→ Exercise description
Beginning with the first line and ending with the one containing "For the states'", copy the lines of the listing below exactly; omit everything else.

────────────────────

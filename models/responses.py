"""Impulse responses: what follows a rise in one state over the next prompts.

For the states' dynamics eta_t = B_1 eta_{t-1} + ... + B_q eta_{t-q} + zeta_t,
zeta_t ~ N(0, Psi) (Lutkepohl 2005, New Introduction to Multiple Time Series Analysis,
section 2.3.2):

- unit responses Phi_h (k x k): Phi_0 = I, Phi_h = sum_{l=1..min(h,q)} B_l Phi_{h-l}, the
  same as J F^h J' with the companion matrix F (models.lyapunov.companion) and
  J = [I 0 ... 0]. Phi_h[i, j] is the response of state i, h prompts after an innovation of
  1 in state j with the other innovations 0 (in the states' own units).
- orthogonal responses Theta_h = Phi_h P, P the lower Cholesky factor of Psi with the states
  taken in `order` (P P' = Psi; rows and columns reported in the spec's state order).
  Theta_h[i, j] is the response of state i to a rise of one standard deviation in the part of
  j's innovation that the states before j in the order do not share. Whenever innovations
  correlate, the order changes these responses; unit responses do not depend on it.
- cumulative responses: sum_{s=0..h} of either.
- standardized responses divide by the stationary SD of the responding state,
  sd = sqrt(diag Phi(0)), Phi(0) the stationary covariance of the states (Lyapunov equation
  of the companion form). Unit: Phi_h[i, j] sd_j / sd_i, a rise of one SD of state j and the
  response in SDs of state i (at h = 1 in a lag-1 model: the standardized lagged path).
  Orthogonal: Theta_h[i, j] / sd_i, the shock being one SD of j's orthogonalised innovation.
  Not available when the paths are not stationary (no stationary SD).
- half-life of state i: the smallest h >= 1 with |Phi_h[i, i]| < 1/2, i.e. below half of its
  impact Phi_0[i, i] = 1 (for an AR(1) with inertia r in (0, 1): the smallest h with
  r^h < 1/2; common practice); None when not within the horizon.
- bands, pointwise at `level`: the delta method (Lutkepohl 2005, section 3.7.1),
  estimate ± z SE with SE^2 the diagonal of G Cov(theta) G', Cov(theta) = result.covariance
  and G the Jacobian of the responses with respect to the free parameters by central
  differences through ParameterLayout.unpack (so every lag order and innovation form is
  covered, and standardized responses carry the uncertainty of the SDs); or, with bootstrap
  replicates of the free parameters, percentile bands (Efron & Tibshirani 1993, An
  Introduction to the Bootstrap, chapter 13; numpy's linear interpolation of quantiles).

Arrays are (H+1, k, k): [h, i, j] = response of state i, h prompts after a shock to state j.
"""

from __future__ import annotations

import warnings
import weakref
from collections.abc import Mapping, Sequence
from dataclasses import dataclass
from functools import partial
from typing import Protocol

import numpy as np
from scipy.stats import norm

from lagwise.models import jsonread as jr
from lagwise.models.errors import FieldError, SpecError
from lagwise.models.numbers import fmt
from lagwise.models.parameters import ParameterLayout
from lagwise.models.results import FitResult, _finite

────────────────────

→ Written response
filename models/responses.py
"""Impulse responses: what follows a rise in one state over the next prompts.

For the states' dynamics eta_t = B_1 eta_{t-1} + ... + B_q eta_{t-q} + zeta_t,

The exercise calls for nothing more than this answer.